City of Nanaimo application for tent city enforcement order denied


WATCH: A Supreme Court justice has denied a City of Nanaimo application for an enforcement order at its tent city. The order would have allowed police the power to ensure campers are complying with the court’s previously-issued fire safety orders. Kendall Hanson explains.

Since it started nearly three months ago, Nanaimo’s Discontent City has swelled with 171 tents and structures now on site.

The city says it’s been concerned about fire safety at the camp from the start and last month, B.C.’s Supreme Court issued several interim fire safety orders while it awaits a decision on the city’s application for an injunction.

But the city says the campers haven’t been complying and so it was seeking a new order that would give police the go-ahead to go in and enforce the orders.

On Monday afternoon, a Supreme Court justice denied that request.

“Very pleased that the judge recognized that the types of violations we’re seeing at camp are not the types of violations that should be responded to by the police coming and arresting people,” said Noah Ross, a lawyer for those living at DisconTent City.

The justice was satisfied the campers are making efforts to comply with the order.

He also said at other tent cities, BC Housing has stepped in to supply fire resistant tarps, something that could happen in Nanaimo.

He said arresting someone for refusing to properly butt out a cigarette or having a tarp on their tent seemed excessive.

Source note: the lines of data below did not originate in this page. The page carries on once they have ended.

"""A config that uses every key."""

GOOD = """\
title: Spinning up a chilled polar solvent
seed: 41
author: not given
sample:
  species:
    - {use: acetonitrile, count: 256}
    - {use: water, count: 8}
  density: 0.777 g/cm^3
  temperature: 298.15 K
  arrangement: lattice
forces:
  cutoff: 1.0 nm
  cutoff_form: switched
  electrostatics: mesh-ewald
  tolerance: 1e-4
  splitting: auto
  mesh: {order: 5, spacing: 0.1 nm}
  mesh_every: 1
  reaction_permittivity: conducting
  damping: 2.0 /nm
  mixing: lorentz-berthelot
  pairs:
    - {between: [water.O, acetonitrile.Me], sigma: 0.33 nm, epsilon: 0.8 kJ/mol}
  precision: mixed
light:
  - carrier: 1.0 THz
    peak_intensity: 2e10 W/cm^2
    envelope: gaussian
    duration: 1.0 ps
    centre: 3.0 ps
    helicity: 1
    azimuth: 0 deg
    turning: {rate: 0 rad/ps, acceleration: 0 rad/ps^2}
    phase: 0 deg
    direction: z
    train: {count: 1, period: 10 ps}
    coupling: auto
    refractive_index: 1.0
    local_field: none
    in_kinds: exposed
  - carrier: 800 nm
    fluence: 20 mJ/cm^2
    envelope: flat-top
    rise: 50 fs
    duration: 300 fs
    ellipticity: 30 deg
    direction: [0, 1, 1]
    in_kinds: same
bias_field: {vector: 0 0 1e7 V/m, from: 0 ps, to: 5 ps}
stages:
  - name: equilibrate
    length: 40 ps
    timestep: 2 fs
    thermostat: {method: langevin, friction: 2 /ps, acts_on: all}
  - {name: exposure, after_light: 6 ps, lit: true}
exposures:
  kinds: [plus, minus, dark]
  starts: 16
  spacing: 10 ps
  carrier_phases: 2
record:
  every: 20 fs
  vectors: [light_torque, torque, angular_momentum, orientation]
  precision: single
  totals_every: 10 fs
output: runs/chilled-solvent
"""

“Very pleased,” said Melissa Burkhart, a tent city resident. “I’m grateful that the judge has chosen to humanize us and look at us as people and not just a problem that needs to be cleaned up and they’re actually giving us the appropriate time to access the resources that have been offered to us.”

The city had a very different take on Monday’s outcome.

“As a city, we’re disappointed as its going to hinder our abilities to keep these occupants safe,” said Karen Fire, Chief of Nanaimo Fire Rescue. “Fire risk is still a huge priority and it was never our intention to use the fire order as an evacuation of the tent site. It was really about keeping those occupants safe.”

The city says it was called to one fire at tent city this past week and it knows of other fire starts here that went unreported.

It all means tent city won’t be going anywhere fast. The city still hopes it will see greater compliance with the fire safety orders. The judge says he expects compliance and whether the campers obey the orders or not will factor into future court decisions.